> **Excerpted data**:
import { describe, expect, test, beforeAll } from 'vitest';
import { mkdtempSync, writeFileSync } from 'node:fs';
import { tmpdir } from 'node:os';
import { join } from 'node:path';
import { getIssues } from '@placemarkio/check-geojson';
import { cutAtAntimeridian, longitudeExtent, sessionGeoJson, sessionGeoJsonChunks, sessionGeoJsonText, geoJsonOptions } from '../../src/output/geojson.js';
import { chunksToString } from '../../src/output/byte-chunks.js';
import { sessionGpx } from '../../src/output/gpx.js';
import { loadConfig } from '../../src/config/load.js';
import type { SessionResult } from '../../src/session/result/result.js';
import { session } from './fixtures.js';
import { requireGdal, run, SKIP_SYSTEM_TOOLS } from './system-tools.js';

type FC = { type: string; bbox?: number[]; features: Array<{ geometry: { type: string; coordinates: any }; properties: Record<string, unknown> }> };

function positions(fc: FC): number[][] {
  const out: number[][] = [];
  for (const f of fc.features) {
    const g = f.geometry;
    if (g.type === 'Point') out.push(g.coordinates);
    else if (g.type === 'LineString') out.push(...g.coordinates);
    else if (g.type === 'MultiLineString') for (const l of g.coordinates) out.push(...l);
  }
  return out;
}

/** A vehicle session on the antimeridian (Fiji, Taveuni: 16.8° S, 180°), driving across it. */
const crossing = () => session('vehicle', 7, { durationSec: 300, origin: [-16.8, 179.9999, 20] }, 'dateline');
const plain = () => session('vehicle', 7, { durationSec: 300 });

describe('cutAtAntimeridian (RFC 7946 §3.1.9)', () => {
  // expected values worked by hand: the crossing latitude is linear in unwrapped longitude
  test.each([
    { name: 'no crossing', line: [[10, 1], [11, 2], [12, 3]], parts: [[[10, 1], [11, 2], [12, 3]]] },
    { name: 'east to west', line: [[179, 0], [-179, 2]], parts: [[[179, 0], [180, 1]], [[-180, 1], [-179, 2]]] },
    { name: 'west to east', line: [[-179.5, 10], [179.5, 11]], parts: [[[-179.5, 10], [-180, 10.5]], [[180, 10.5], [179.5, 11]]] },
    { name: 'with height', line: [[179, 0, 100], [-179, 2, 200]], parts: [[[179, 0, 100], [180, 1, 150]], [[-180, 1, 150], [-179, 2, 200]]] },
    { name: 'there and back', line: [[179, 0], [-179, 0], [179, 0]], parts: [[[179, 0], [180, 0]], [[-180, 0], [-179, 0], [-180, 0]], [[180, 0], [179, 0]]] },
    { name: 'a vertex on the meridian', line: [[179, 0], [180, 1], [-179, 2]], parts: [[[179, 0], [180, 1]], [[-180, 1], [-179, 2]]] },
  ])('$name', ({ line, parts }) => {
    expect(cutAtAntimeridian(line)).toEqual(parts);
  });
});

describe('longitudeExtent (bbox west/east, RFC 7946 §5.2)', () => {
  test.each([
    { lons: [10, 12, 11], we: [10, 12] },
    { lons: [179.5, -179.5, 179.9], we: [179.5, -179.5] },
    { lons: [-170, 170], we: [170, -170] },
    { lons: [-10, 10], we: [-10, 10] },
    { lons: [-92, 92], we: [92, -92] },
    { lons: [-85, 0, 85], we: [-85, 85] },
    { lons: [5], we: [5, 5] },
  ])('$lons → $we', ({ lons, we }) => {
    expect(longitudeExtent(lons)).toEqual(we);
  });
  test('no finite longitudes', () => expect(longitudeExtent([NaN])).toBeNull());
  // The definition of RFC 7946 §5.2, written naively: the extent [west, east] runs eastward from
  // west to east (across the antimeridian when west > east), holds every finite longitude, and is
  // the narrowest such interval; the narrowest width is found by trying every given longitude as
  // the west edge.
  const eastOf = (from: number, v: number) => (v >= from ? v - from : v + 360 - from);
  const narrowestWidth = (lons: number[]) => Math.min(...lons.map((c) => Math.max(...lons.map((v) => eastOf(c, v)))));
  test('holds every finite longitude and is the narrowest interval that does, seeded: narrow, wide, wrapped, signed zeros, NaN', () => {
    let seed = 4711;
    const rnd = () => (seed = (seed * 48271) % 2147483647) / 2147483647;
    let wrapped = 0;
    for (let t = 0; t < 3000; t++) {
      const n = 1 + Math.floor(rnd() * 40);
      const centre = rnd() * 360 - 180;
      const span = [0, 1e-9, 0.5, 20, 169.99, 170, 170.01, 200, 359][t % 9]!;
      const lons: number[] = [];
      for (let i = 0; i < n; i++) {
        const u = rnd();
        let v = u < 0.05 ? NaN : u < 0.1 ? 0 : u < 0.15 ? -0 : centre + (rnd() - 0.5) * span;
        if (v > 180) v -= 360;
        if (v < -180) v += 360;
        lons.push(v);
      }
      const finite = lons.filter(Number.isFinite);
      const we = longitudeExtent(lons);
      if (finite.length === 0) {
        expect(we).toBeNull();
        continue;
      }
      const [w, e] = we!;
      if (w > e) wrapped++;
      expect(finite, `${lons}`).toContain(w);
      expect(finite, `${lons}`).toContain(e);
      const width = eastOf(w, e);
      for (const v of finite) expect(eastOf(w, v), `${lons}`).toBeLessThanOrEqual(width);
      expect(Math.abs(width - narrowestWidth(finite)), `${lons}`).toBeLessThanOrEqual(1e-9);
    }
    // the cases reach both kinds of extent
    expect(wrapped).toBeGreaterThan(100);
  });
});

> **Aim of the task**:
Each line from the one containing "for (const v" through the final line of the listing above should be returned exactly; return nothing else.

> **Exercise result**:
      for (const v of finite) expect(eastOf(w, v), `${lons}`).toBeLessThanOrEqual(width);
      expect(Math.abs(width - narrowestWidth(finite)), `${lons}`).toBeLessThanOrEqual(1e-9);
    }
    // the cases reach both kinds of extent
    expect(wrapped).toBeGreaterThan(100);
  });
});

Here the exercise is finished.